(Items from a data source)
=== Begin Enclosure ===

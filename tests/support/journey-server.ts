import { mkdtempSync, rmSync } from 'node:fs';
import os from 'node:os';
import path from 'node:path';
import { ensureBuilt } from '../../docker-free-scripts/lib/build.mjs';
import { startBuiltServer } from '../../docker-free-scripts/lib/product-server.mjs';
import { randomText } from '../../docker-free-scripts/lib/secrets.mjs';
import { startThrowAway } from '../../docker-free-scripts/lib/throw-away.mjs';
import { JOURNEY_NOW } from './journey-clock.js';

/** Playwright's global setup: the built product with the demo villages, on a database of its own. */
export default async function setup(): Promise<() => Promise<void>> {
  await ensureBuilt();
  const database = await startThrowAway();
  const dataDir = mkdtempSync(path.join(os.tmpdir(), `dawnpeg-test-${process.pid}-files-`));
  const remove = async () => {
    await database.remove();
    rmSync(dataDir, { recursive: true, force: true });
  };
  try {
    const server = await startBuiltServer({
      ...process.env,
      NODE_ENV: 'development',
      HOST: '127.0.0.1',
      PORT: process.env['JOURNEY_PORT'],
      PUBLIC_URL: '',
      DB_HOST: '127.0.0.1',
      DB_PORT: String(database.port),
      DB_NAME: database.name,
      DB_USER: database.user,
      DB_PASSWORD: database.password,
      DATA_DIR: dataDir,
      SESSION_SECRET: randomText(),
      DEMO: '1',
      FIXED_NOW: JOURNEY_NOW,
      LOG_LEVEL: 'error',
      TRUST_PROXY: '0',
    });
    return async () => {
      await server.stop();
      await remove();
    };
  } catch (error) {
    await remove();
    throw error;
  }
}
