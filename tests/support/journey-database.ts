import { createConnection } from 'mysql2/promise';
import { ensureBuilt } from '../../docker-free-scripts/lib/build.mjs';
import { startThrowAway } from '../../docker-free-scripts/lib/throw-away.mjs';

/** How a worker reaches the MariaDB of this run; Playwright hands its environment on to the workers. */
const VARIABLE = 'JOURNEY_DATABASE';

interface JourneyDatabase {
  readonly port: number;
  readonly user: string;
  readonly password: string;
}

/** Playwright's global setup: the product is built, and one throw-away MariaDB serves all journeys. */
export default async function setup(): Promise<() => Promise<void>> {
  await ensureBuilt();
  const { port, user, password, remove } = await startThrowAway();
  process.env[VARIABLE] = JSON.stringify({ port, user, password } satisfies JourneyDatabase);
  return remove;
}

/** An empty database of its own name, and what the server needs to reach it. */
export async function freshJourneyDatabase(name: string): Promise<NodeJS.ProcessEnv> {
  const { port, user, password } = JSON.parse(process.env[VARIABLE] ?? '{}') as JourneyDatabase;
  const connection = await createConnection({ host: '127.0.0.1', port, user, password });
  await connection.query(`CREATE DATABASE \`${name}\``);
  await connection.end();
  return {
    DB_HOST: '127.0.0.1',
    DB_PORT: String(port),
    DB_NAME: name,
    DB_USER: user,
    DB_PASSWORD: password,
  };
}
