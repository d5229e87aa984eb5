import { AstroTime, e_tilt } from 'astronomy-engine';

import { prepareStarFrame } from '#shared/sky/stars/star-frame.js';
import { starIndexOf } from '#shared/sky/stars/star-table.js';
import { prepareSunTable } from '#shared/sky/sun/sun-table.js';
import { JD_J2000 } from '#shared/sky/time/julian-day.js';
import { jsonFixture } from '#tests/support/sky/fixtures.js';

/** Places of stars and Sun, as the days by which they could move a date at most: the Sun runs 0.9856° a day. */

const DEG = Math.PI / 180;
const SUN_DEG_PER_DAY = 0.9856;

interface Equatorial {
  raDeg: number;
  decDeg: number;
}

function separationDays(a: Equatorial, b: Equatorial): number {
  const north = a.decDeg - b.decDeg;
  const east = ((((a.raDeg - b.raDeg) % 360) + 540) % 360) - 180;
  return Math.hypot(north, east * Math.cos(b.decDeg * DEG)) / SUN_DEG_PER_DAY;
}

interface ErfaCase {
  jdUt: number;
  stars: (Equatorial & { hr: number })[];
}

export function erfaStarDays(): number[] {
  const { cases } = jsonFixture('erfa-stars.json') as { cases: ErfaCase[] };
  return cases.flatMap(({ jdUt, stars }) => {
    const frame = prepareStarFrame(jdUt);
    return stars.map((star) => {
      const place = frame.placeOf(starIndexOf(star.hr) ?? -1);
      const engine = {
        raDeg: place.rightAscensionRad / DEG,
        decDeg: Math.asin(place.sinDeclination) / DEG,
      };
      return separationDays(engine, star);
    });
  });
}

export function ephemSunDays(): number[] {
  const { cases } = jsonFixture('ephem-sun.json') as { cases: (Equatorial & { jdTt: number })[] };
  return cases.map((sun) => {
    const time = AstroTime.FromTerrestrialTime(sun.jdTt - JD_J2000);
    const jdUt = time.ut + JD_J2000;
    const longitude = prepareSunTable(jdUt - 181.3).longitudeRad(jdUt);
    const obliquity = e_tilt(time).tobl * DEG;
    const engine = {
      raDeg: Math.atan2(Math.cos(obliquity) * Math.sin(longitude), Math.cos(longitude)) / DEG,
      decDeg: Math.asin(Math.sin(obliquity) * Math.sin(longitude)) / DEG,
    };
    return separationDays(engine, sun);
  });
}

=== End Enclosure ===
=== Begin Enclosure ===

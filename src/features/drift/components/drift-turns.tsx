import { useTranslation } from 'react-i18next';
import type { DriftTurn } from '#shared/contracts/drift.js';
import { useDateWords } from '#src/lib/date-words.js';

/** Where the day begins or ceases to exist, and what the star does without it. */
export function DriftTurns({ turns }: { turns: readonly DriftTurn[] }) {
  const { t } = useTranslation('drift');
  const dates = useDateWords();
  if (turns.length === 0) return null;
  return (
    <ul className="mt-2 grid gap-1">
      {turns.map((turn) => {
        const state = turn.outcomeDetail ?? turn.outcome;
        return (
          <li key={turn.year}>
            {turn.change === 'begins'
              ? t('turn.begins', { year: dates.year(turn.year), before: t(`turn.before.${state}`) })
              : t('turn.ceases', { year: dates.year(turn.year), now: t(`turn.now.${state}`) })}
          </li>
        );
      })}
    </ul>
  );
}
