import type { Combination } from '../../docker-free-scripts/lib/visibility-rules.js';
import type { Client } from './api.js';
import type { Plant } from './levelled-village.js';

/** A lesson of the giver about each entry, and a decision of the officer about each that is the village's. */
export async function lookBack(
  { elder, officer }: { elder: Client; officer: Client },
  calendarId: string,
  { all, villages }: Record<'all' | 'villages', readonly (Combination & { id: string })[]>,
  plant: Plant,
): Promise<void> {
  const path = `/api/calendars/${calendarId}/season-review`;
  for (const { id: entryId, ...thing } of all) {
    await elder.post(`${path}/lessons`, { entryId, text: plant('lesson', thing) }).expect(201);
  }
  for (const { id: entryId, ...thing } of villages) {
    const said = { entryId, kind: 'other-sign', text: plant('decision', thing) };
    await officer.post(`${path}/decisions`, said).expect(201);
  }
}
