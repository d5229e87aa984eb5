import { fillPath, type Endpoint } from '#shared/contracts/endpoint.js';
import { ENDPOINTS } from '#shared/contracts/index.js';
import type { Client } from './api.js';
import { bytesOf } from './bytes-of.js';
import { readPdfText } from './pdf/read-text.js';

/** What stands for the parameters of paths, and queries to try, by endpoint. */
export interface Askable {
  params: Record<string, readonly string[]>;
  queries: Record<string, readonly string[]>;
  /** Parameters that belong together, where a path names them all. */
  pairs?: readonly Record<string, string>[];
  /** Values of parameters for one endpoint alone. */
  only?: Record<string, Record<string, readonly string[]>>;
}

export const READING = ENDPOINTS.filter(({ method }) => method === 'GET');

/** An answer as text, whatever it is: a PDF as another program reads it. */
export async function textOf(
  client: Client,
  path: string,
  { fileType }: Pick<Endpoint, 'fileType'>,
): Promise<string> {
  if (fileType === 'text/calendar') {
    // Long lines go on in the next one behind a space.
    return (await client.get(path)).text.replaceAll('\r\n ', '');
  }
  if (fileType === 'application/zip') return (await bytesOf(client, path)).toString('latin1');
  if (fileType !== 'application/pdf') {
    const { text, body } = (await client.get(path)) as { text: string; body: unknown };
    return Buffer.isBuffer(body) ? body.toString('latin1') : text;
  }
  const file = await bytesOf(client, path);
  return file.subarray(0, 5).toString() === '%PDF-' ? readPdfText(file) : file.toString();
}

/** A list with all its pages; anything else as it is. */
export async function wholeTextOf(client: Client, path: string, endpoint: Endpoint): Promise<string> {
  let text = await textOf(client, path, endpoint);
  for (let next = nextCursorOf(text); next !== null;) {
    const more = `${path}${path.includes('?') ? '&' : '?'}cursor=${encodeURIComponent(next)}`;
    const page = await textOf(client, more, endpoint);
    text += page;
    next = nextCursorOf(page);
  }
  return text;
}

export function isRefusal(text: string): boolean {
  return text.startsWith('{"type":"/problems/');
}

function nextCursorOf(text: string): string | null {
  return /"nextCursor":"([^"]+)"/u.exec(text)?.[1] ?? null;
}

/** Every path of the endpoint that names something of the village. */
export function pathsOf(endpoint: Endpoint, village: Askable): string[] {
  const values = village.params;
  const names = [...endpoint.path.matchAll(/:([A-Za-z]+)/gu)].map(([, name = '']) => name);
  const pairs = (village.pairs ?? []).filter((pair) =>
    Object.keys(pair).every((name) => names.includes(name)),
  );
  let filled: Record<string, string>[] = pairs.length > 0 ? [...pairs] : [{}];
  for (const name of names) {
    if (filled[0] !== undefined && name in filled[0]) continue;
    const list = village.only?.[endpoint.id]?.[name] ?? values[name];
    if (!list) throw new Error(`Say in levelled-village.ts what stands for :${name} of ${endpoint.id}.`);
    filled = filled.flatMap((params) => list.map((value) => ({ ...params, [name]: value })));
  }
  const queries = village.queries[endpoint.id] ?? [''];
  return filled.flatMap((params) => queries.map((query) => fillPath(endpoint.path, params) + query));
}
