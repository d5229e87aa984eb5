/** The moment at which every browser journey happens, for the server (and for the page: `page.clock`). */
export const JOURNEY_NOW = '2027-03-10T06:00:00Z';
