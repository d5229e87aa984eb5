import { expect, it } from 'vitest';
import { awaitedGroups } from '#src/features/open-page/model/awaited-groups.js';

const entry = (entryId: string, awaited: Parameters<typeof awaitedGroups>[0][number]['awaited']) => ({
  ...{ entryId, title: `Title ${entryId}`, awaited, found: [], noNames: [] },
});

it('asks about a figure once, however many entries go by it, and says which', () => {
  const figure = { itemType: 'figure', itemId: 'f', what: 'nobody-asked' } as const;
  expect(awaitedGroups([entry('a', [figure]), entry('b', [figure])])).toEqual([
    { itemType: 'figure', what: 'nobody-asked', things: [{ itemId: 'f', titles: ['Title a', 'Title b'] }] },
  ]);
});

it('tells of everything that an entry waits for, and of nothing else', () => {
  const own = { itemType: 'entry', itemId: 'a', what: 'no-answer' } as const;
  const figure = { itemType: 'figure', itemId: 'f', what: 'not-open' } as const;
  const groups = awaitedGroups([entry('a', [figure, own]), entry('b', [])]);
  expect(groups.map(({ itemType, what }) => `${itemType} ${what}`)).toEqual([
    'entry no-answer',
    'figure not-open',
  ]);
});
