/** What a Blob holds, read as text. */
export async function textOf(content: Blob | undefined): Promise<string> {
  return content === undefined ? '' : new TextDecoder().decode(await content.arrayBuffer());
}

=== End Enclosure ===

**Work order**
Write out each line of the data that holds the string "longitude".

**Solution to this exercise**
    const longitude = prepareSunTable(jdUt - 181.3).longitudeRad(jdUt);
      raDeg: Math.atan2(Math.cos(obliquity) * Math.sin(longitude), Math.cos(longitude)) / DEG,
      decDeg: Math.asin(Math.sin(obliquity) * Math.sin(longitude)) / DEG,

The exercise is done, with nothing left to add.